In normal SQL you would simply use a MAX expression to get the real values for each but in Stream Analytics you can't use MAX on strings. You also can't use COALESCE and a number of other methods I tried to resolve this with. Any ideas how the results can be changed from:
EventDateTime Event PageType UserId AppVersion CountA
2017-05-24 Nav Show NULL NULL 2.0.1293 1
2017-05-24 Nav Show NULL SIRTSW 2.0.1293 1
2017-05-24 Nav Show Trade NULL 2.0.1293 1
to
2017-05-24 Nav Show Trade SIRTSW 2.0.1293 1 ?
The code that returns three rows for each is as follows (note that e.event is an array of one item so it does not cause the same issue):
SELECT flatEvent.ArrayValue.name as Event,
e.context.data.eventTime as EventDateTime,
e.context.application.version as AppVersion
,flatCustom.ArrayValue.UserId as UserId
,flatCustom.ArrayValue.PageType as PageType,
SUM(flatEvent.ArrayValue.count) as CountA
INTO
[insights]
FROM [ios] e
CROSS APPLY GetArrayElements(e.[event]) as flatEvent
OUTER APPLY GetArrayElements(e.[context].[custom].[dimensions]) as flatCustom
GROUP BY SlidingWindow(minute, 1),
flatEvent.ArrayValue.name,
e.context.data.eventTime,
e.context.application.version,
flatCustom.ArrayValue.UserId,
flatCustom.ArrayValue.PageType
Thanks in advance, Rob
According to your scenario, I assumed that you could use JavaScript user-defined functions for Azure Stream Analytics to coalesce the multiple dimensions into a single record. Here are my test for this issue, you could refer to them.
JSON file
{
"context":{
"data":{"eventTime":"2017-05-24"},
"application":{"version":"2.0.1293"},
"custom":{
"dimensions":[
{"PageType":null,"UserId":"SIRTSW"},
{"PageType":"Trade","UserId":null},
{"PageType":null,"UserId":null}
]
}
},
"event":[
{"name":"Nav Show","count":1}
]
}
javascript UDF, UDF.coalesce
function main(items) {
var result=[];
var UserIdStr="",PageTypeStr="";
for(var i=0;i<items.length;i++){
if(items[i].UserId!=null && items[i].UserId!=undefined)

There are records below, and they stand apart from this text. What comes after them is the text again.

def test_the_forecast_command_says_the_recovery_is_not_determined(cleaned_after_the_readings, capsys):
    subsystem = str(cleaned_after_the_readings.subsystem_id)
    call_command("mirror_forecast", subsystem)
    text = capsys.readouterr().out
    assert NOT_DETERMINED in text and not re.search(r"\bnan\b|recovery_fraction': None", text, re.IGNORECASE)
    call_command("mirror_forecast", subsystem, "--json")
    fit = json.loads(capsys.readouterr().out)["fit"]  # JSON keeps null, with the reason beside it
    assert (fit["recovery_fraction"], fit["recovery_note"]) == (None, NOT_DETERMINED)


def test_a_recovery_that_is_fitted_is_shown_as_a_figure(mirror, users, client):
    today = _today(mirror)
    coated = today - dt.timedelta(days=55)
    CoatingEvent.objects.create(mirror=mirror, coated_on=coated, metal="al")
    CleaningEvent.objects.create(mirror=mirror, cleaned_on=coated + dt.timedelta(days=25), method="co2_snow")
    # The model of calc/reflectance.py with R0 0.90, b 1e-5 per hour, f 0.5 (exposure 10.5 h a night).
    for days in (5, 15, 25, 35, 45):
        e, last_clean = 10.5 * days, (10.5 * 25 if days >= 25 else 0.0)
        ReflectanceMeasurement.objects.create(mirror=mirror, measured_on=coated + dt.timedelta(days=days),
                                              value=0.90 - 1e-5 * (e - 0.5 * last_clean), taken_by=users["technician"])
    state = services.mirror_forecast(mirror)
    assert state.recovery_fraction == pytest.approx(0.5, rel=1e-6) and state.recovery_note == ""
    client.force_login(users["viewer"])
    assert "recovery per cleaning f = 0.50 ± 0.00;" in _page_text(client, mirror)


def test_a_measurement_taken_before_that_days_cleaning_is_fitted_before_it(mirror, users, client):
    """A traceability review: a reflectance measured the morning before a cleaning was counted after it, which moved
    the fit. Marked "Measured before that day's cleaning", it counts before the cleaning: the five points of the
    model above and a sixth on the cleaning day, taken before it (its value has no recovery in it), then fit the model
    exactly again (f = 0.5); counted after the cleaning, the same sixth point would not. The points are written by hand
    from the model; the fit itself is checked against scipy's curve_fit in tests/test_calc_reflectance.py."""
    today = _today(mirror)
    coated = today - dt.timedelta(days=55)
    CoatingEvent.objects.create(mirror=mirror, coated_on=coated, metal="al")
    cleaned = coated + dt.timedelta(days=25)
    CleaningEvent.objects.create(mirror=mirror, cleaned_on=cleaned, method="co2_snow")
    for days in (5, 15, 25, 35, 45):
        e, last_clean = 10.5 * days, (10.5 * 25 if days >= 25 else 0.0)
        ReflectanceMeasurement.objects.create(mirror=mirror, measured_on=coated + dt.timedelta(days=days),
                                              value=0.90 - 1e-5 * (e - 0.5 * last_clean), taken_by=users["technician"])
    client.force_login(users["technician"])
    response = client.post(f"/mirrors/{mirror.pk}/measurements/new/", {
        "measured_on": cleaned.isoformat(), "value": f"{0.90 - 1e-5 * 10.5 * 25!r}", "before_cleaning": "on"})
    assert response.status_code == 302
    said = " ".join(str(m) for m in get_messages(response.wsgi_request))
    assert (f"On {cleaned:%d %b %Y} the fit counts 1 band measurement(s) as taken after the cleaning and 1 before "
            "(the measurement's") in said
    state = services.mirror_forecast(mirror)
    assert state.fit.n_points == 6
    assert (state.fit.r0, state.fit.rate_per_hour, state.recovery_fraction) == pytest.approx((0.90, 1e-5, 0.5),
                                                                                             rel=1e-6)
    assert "entered as a measurement; before that day's cleaning" in _page_text(client, mirror)
    ReflectanceMeasurement.objects.filter(before_cleaning=True).update(before_cleaning=False)
    assert services.mirror_forecast(mirror).recovery_fraction != pytest.approx(0.5, rel=1e-3)


def test_before_that_days_cleaning_is_not_said_of_a_day_with_no_cleaning(mirror, users, client):
    """A diff review: a measurement marked "before that day's cleaning" on a day with no cleaning was listed so."""
    today = _today(mirror)
    CoatingEvent.objects.create(mirror=mirror, coated_on=today - dt.timedelta(days=30), metal="al")
    ReflectanceMeasurement.objects.create(mirror=mirror, measured_on=today - dt.timedelta(days=10), value=0.88,
                                          taken_by=users["technician"], before_cleaning=True)
    client.force_login(users["viewer"])
    assert "before that day's cleaning" not in _page_text(client, mirror)


def test_a_cleaning_plan_logged_on_the_subsystem_page_puts_the_cleaning_on_the_mirror(mirror, users, client):
    """A year's review logged the mirror's cleaning plan on the subsystem page all year: the mirror's record kept its
    last cleaning of the year before, and the reflectance fit and the recoat forecast went on as if it had never been
    cleaned. The form asks how it was cleaned, and the cleaning goes on the mirror's record with the service."""
    cleaning_plan = services.plans_a_cleaning_restarts(mirror.subsystem)[0]
    day = _today(mirror) - dt.timedelta(days=2)
    url = f"/subsystems/{mirror.subsystem_id}/service/new/"
    client.force_login(users["technician"])
    sent = {"plan": cleaning_plan.pk, "performed_on": day.isoformat(), "summary": "CO2 snow, whole surface"}
    refused = client.post(url, sent)
    assert refused.status_code == 200 and "cleans the mirror: say how it was cleaned" in refused.content.decode()
    assert not CleaningEvent.objects.filter(mirror=mirror).exists()
    response = client.post(url, {**sent, "cleaning_method": "co2_snow"})
    assert response.status_code == 302
    cleaning = CleaningEvent.objects.get(mirror=mirror)
    assert (cleaning.cleaned_on, cleaning.method) == (day, "co2_snow")
    assert ServiceRecord.objects.filter(plan=cleaning_plan, performed_on=day).count() == 1


def test_a_recoat_plan_is_not_served_on_the_subsystem_page(mirror, users, client):
    """Logged there, the fit would go on from the old coating: the form points to the mirror page's new coating."""
    client.force_login(users["technician"])
    response = client.post(f"/subsystems/{mirror.subsystem_id}/service/new/", {
        "plan": _recoat_plan(mirror).pk, "performed_on": _today(mirror).isoformat(), "summary": "Recoated"})
    assert response.status_code == 200
    assert "is served by a new coating: log it on the mirror page" in html.unescape(response.content.decode())
    assert not ServiceRecord.objects.filter(plan=_recoat_plan(mirror)).exists()
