def left_to_the_last_crew(order: WorkOrder, unticked: Sequence, day: dt.date | None = None) -> tuple[list, list]:
    """(the hand-back lines of ``unticked`` that ``order`` leaves to the last crew out, the other orders still at work
    on the telescope that have a hand-back of their own to tick: ``still_working``, ``Alongside.hands_back``), or
    ([], []) when there is none to leave it to. A finish records the hand-back left to them in the findings, and does
    not ask it confirmed "done or did not apply". A crew still at work with no hand-back of its own would never hand
    the observatory back (a diff review left it to an order swapping a UPS battery): the finish then waits
    (``finish_waits``). ``day``: as there."""
    hand_back = [line for line in unticked if line.kind == ChecklistTick.Kind.STEP and is_hand_back(line.text)]
    if not hand_back:
        return [], []
    working = [a for a in still_working(order, day) if a.hands_back]
    if (realignment := recoat_hands_back(order, day)) is not None:  # it hands back last, whoever else is at work
        working.append(Alongside(realignment, [], None, hands_back=True))
    return (hand_back, working) if working else ([], [])


def still_locked_out(order: WorkOrder, day: dt.date | None = None) -> list:
    """The other orders underway on a telescope ``order`` works on (``selectors.work_alongside``) whose crews are still
    locked out (``Alongside.locked_out``): an isolation point of theirs or their lockout step is ticked and the step
    that removes their locks is not (an order without one, whose locked-out work runs to its end, counts as locked out
    until it is finished). ``day``: those started by then (``_alongside_by``)."""
    return [other for other in _alongside_by(order, day) if other.locked_out]


def still_working(order: WorkOrder, day: dt.date | None = None) -> list:
    """The other orders underway on a telescope ``order`` works on whose crews still have work to do there
    (``Alongside.work_left``: a step other than their own hand-back not ticked), locked out or not. The observatory
    goes back to robotic and remote control only when they are done: remote users would otherwise move a telescope
    with a crew at it (a safety review: one order handed it back while another crew, under power, had only taken it
    out of control). The last crew out hands it back; common practice, no published source. ``day``: those started
    by then (``_alongside_by``)."""
    return [other for other in _alongside_by(order, day) if other.work_left]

UserIdStr+=items[i].UserId;
if(items[i].PageType!=null && items[i].PageType!=undefined)
PageTypeStr+=items[i].PageType;
}
result.push({UserId:UserIdStr,PageType:PageTypeStr});
return result;
}
Query
--first query
WITH f AS (
SELECT
e.context.data.eventTime as EventDateTime,
e.context.application.version as AppVersion,
e.event as flatEvent,
UDF.coalesce(e.[context].[custom].[dimensions]) as flatDimensions
FROM [ios] e
)
--second query
SELECT flatEvent.ArrayValue.name as Event,
f.EventDateTime,
f.AppVersion,
flatDimension.ArrayValue.UserId,
flatDimension.ArrayValue.PageType,
SUM(flatEvent.ArrayValue.count) as CountA
FROM f
CROSS APPLY GetArrayElements(f.[flatEvent]) as flatEvent
OUTER APPLY GetArrayElements(f.[flatDimensions]) as flatDimension
GROUP BY SlidingWindow(minute, 1),
flatEvent.ArrayValue.name,
f.EventDateTime,
f.AppVersion,
flatDimension.ArrayValue.UserId,
flatDimension.ArrayValue.PageType